# EXERCISE AIM:
Give the count of lines in the data that include "dtype", with no other words.

# MATERIAL SHOWN:
┌──
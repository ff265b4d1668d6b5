"""FigureSpec -> matplotlib: the still pictures of memos and of notebooks without a kernel.

Nothing global is touched for longer than a call: figures are built from the object interface, under a style
of their own, so that neither an analyst's matplotlibrc nor their open figures play a part. Always light.
"""

from __future__ import annotations

import io
import textwrap
import unicodedata
import warnings
from collections.abc import Callable, Iterator
from contextlib import contextmanager
from enum import StrEnum
from typing import Any

import matplotlib.style as mpl_style
import numpy as np
import numpy.typing as npt
import pandas as pd
from matplotlib.axes import Axes
from matplotlib.backends.backend_agg import FigureCanvasAgg
from matplotlib.dates import AutoDateLocator, date2num, num2date
from matplotlib.figure import Figure
from matplotlib.font_manager import FontProperties
from matplotlib.lines import Line2D
from matplotlib.ticker import LogLocator, MaxNLocator

from soffit.errors import SettingError, SoffitWarning
from soffit.present.label_places import Box, Places, around, spread
from soffit.present.spec import (
    Axis,
    AxisScale,
    Band,
    Bars,
    FigureSpec,
    Line,
    Mark,
    NumberForm,
    Orientation,
    Points,
    Role,
    Rule,
    Segments,
)
from soffit.present.theme import FONT_FAMILY, MEMO_WIDTHS, Marker, look
from soffit.present.wording import plural, show

__all__ = ["MemoWidth", "draw", "pdf_bytes", "png_bytes", "svg_bytes"]

Floats = npt.NDArray[np.float64]

INK, SOFT, GRID = "#1A1A1A", "#555555", "#E3E3E3"
_MARKERS = {
    Marker.CIRCLE: "o",
    Marker.TRIANGLE: "^",
    Marker.DIAMOND: "D",
    Marker.SQUARE: "s",
    Marker.CROSS: "X",
}
_RASTER_ABOVE = 3000  # more points than this are a picture inside SVG and PDF, or the files grow to megabytes
_STYLE: dict[str, Any] = {
    "font.family": [FONT_FAMILY[0]],
    "text.usetex": False,
    "svg.hashsalt": "soffit",
    "svg.fonttype": "none",
    "pdf.fonttype": 42,
    "axes.unicode_minus": True,
    "path.simplify": True,
}


class MemoWidth(StrEnum):
    """Width of a figure on the page."""

    COLUMN = "column"
    PAGE = "page"


def draw(
    spec: FigureSpec,
    *,
    width: MemoWidth | str = MemoWidth.PAGE,
    title: bool = True,
    footnote: bool = False,
) -> Figure:
    """Draw a figure.

    Parameters
    ----------
    spec : FigureSpec
        The figure as data.
    width : MemoWidth or str
        A page column or the whole text width.
    title, footnote : bool
        Whether the title stands above and the footnote below; a captioned figure needs neither.

    Returns
    -------
    matplotlib.figure.Figure
        Not registered with pyplot.

    Raises
    ------
    SettingError
        For an unknown width.
    """
    with _own_style():
        return _Sheet(spec, _width(width), title=title, footnote=footnote).figure


def png_bytes(
    spec: FigureSpec,
    *,
    width: MemoWidth | str = MemoWidth.PAGE,
    dpi: int = 110,
    title: bool = True,
    footnote: bool = False,
) -> bytes:
    """PNG of a figure; the same bytes for the same figure."""
    return _saved(
        spec, "png", {"Software": None, "Title": _drawable(spec.title)}, width, title, footnote, dpi
    )


def svg_bytes(
    spec: FigureSpec,
    *,
    width: MemoWidth | str = MemoWidth.PAGE,
    title: bool = True,
    footnote: bool = False,
) -> bytes:
    """SVG of a figure, text as text, the text alternative inside; the same bytes for the same figure."""
    about = {
        "Date": None,
        "Creator": "soffit",
        "Title": _drawable(spec.title),
        "Description": _drawable(spec.alt),
    }
    return _saved(spec, "svg", about, width, title, footnote)


def pdf_bytes(
    spec: FigureSpec,
    *,
    width: MemoWidth | str = MemoWidth.PAGE,
    title: bool = True,
    footnote: bool = False,
) -> bytes:
    """PDF of a figure with its fonts embedded; the same bytes for the same figure."""
    about = {"CreationDate": None, "Creator": "soffit", "Producer": "soffit", "Title": _drawable(spec.title)}
    return _saved(spec, "pdf", about, width, title, footnote)


def _saved(
    spec: FigureSpec,
    kind: str,
    about: dict[str, Any],
    width: MemoWidth | str,
    title: bool,
    footnote: bool,
    dpi: int = 300,
) -> bytes:
    target = io.BytesIO()
    with _own_style():
        figure = _Sheet(spec, _width(width), title=title, footnote=footnote).figure
        figure.savefig(target, format=kind, dpi=dpi, metadata=about)
    return target.getvalue()


def _width(width: MemoWidth | str) -> MemoWidth:
    try:
        return MemoWidth(width)
    except ValueError as error:
        allowed = ", ".join(f"'{choice}'" for choice in MemoWidth)
        raise SettingError(f"The figure width is {width!r}", allowed=allowed) from error


@contextmanager
def _own_style() -> Iterator[None]:
    """Matplotlib's defaults and our few changes, for the time of one drawing."""
    with mpl_style.context(["default", _STYLE]), warnings.catch_warnings(record=True) as caught:
        warnings.simplefilter("always")
        yield
    missing = [item for item in caught if "missing from" in str(item.message)]
    for item in caught:
        if item not in missing:
            warnings.warn_explicit(item.message, item.category, item.filename, item.lineno)
    if missing:
        warnings.warn(
            f"{plural(len({str(item.message) for item in missing}), 'character')} in the names of a figure "
            "cannot be drawn in its font and stand as boxes; tables carry the names in full.",
            SoffitWarning,
            stacklevel=4,
        )


def _drawable(text: str, most: int = 0) -> str:
    """Text on one line without invisible control characters, which have no glyph; shortened if asked."""
    seen = "".join(
        " " if char.isspace() else char
        for char in text
        if char.isspace() or unicodedata.category(char)[0] != "C"
    )
    line = " ".join(seen.split())
    return line[: most - 1].rstrip() + "…" if most and len(line) > most else line


def _spread_over(roles: tuple[Role, ...], n: int) -> tuple[Role, ...]:
    return roles * n if len(roles) == 1 else roles
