"""The factor regressions: every alpha with its interval, and the table behind them."""

from __future__ import annotations

import numpy as np

from soffit.present.spec import (
    Axis,
    AxisScale,
    Column,
    Exhibit,
    FigureSpec,
    NumberForm,
    Orientation,
    Points,
    Role,
    Rule,
    Segments,
    TableSpec,
)
from soffit.present.wording.numbers import plural, show, show_range
from soffit.present.wording.regression import regression_finding
from soffit.present.wording.sample import sample_line
from soffit.settings import ErrorType, LagRule
from soffit.study import FactorRegression, Study

__all__ = ["alphas_figure", "exhibit", "regression_table"]

# More intervals than this do not fit a page: the figure then shows the largest t ratios.
_MOST_ROWS = 40

_ERROR_SOURCES = {
    ErrorType.HC0: ("white-1980",),
    ErrorType.HC1: ("white-1980", "mackinnon-white-1985"),
    ErrorType.HC2: ("mackinnon-white-1985",),
    ErrorType.HC3: ("mackinnon-white-1985",),
    ErrorType.HAC: ("newey-west-1987",),
}


def exhibit(study: Study) -> Exhibit:
    """Build the exhibit of the factor regressions."""
    regression = study.regression()
    sources = ["treynor-black-1973", *_ERROR_SOURCES.get(regression.choice.kind, ())]
    if regression.choice.kind is ErrorType.HAC and regression.choice.lag_rule is LagRule.AUTOMATIC:
        sources.append("newey-west-1994")
    return Exhibit(
        key="regression",
        title="Factor regressions",
        sample=sample_line(study),
        finding=regression_finding(regression),
        figures=(alphas_figure(study, regression),),
        tables=(regression_table(study, regression),),
        sources=tuple(sources),
        cautions=("Alphas are estimates from past returns, before the costs of the hedge.",),
    )


def alphas_figure(study: Study, regression: FactorRegression) -> FigureSpec:
    """Draw the alphas with their intervals, one row an asset."""
    table = regression.table
    chosen = table["t"].abs().sort_values(ascending=False, kind="stable").index[:_MOST_ROWS]
    shown = table.loc[chosen].sort_values("alpha", kind="stable")
    at = np.arange(len(shown), dtype=float)
    apart = (shown["alpha_low"] > 0) | (shown["alpha_high"] < 0)
    roles = tuple(Role.SECOND if away else Role.ESTIMATE for away in apart)
    percent, level = NumberForm.PERCENT, show(regression.level, NumberForm.SHARE)
    hover = tuple(
        f"{name}: alpha {show(row.alpha, percent)} a year "
        f"({show_range(row.alpha_low, row.alpha_high, percent)}), t {show(row.t, NumberForm.RATIO)}"
        for name, row in zip(shown.index, shown.itertuples(), strict=True)
    )
    names = tuple(str(name) for name in shown.index)
    cut = f" The {_MOST_ROWS} largest t ratios of {len(table):,} assets." if len(table) > len(shown) else ""
    return FigureSpec(
        key="regression-alphas",
        title=f"Alphas with {level} intervals",
        x=Axis("Alpha, % a year", percent),
        y=Axis("", NumberForm.TEXT, scale=AxisScale.CATEGORY, categories=names),
        marks=(
            Rule("zero", 0.0, Orientation.VERTICAL, Role.REFERENCE),
            Segments(
                "intervals",
                at,
                shown["alpha_low"].to_numpy(dtype=float),
                shown["alpha_high"].to_numpy(dtype=float),
                Orientation.HORIZONTAL,
                roles,
            ),
            Points("alphas", shown["alpha"].to_numpy(dtype=float), at, names, roles, hover, selectable=True),
        ),
        alt=(
            f"Alphas of {plural(len(shown), 'asset')} with {level} intervals; "
            f"{int(apart.sum())} intervals do not contain zero."
        ),
        footnote=f"{sample_line(study)}. Diamonds: the interval does not hold zero.{cut}",
        aspect=1.2,
    )


def regression_table(study: Study, regression: FactorRegression) -> TableSpec:
    """Tabulate alphas, betas, fit and appraisal ratios."""
    percent, ratio = NumberForm.PERCENT, NumberForm.RATIO
    level = show(regression.level, NumberForm.SHARE)
    betas = tuple(Column(f"beta {name}", f"β {name}", ratio) for name in regression.sample.factor_names)
    columns = (
        Column("mean", "Mean, a year", percent),
        Column("alpha", "Alpha, a year", percent),
        Column("alpha_error", "Std error", percent),
        Column("t", "t", ratio),
        Column("p", "p", NumberForm.PVALUE),
        *betas,
        Column("r2", "R²", NumberForm.SHARE),
        Column("sigma", "Residual vol., a year", percent),
        Column("appraisal", "Appraisal ratio, a year", ratio),
        Column("appraisal_low", f"{level} from", ratio),
        Column("appraisal_high", "to", ratio),
        Column("periods", "T", NumberForm.COUNT),
    )
    return TableSpec(
        key="regression-table",
        title="Factor regressions",
        columns=columns,
        frame=regression.table,
        footnote=(
            f"{sample_line(study)}. Alpha, mean and volatility a year; intervals of appraisal ratios are exact for "
            "normal residuals. A dash: the factors replicate the asset."
        ),
    )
└──
# SOLUTION FOR THIS EXERCISE:
4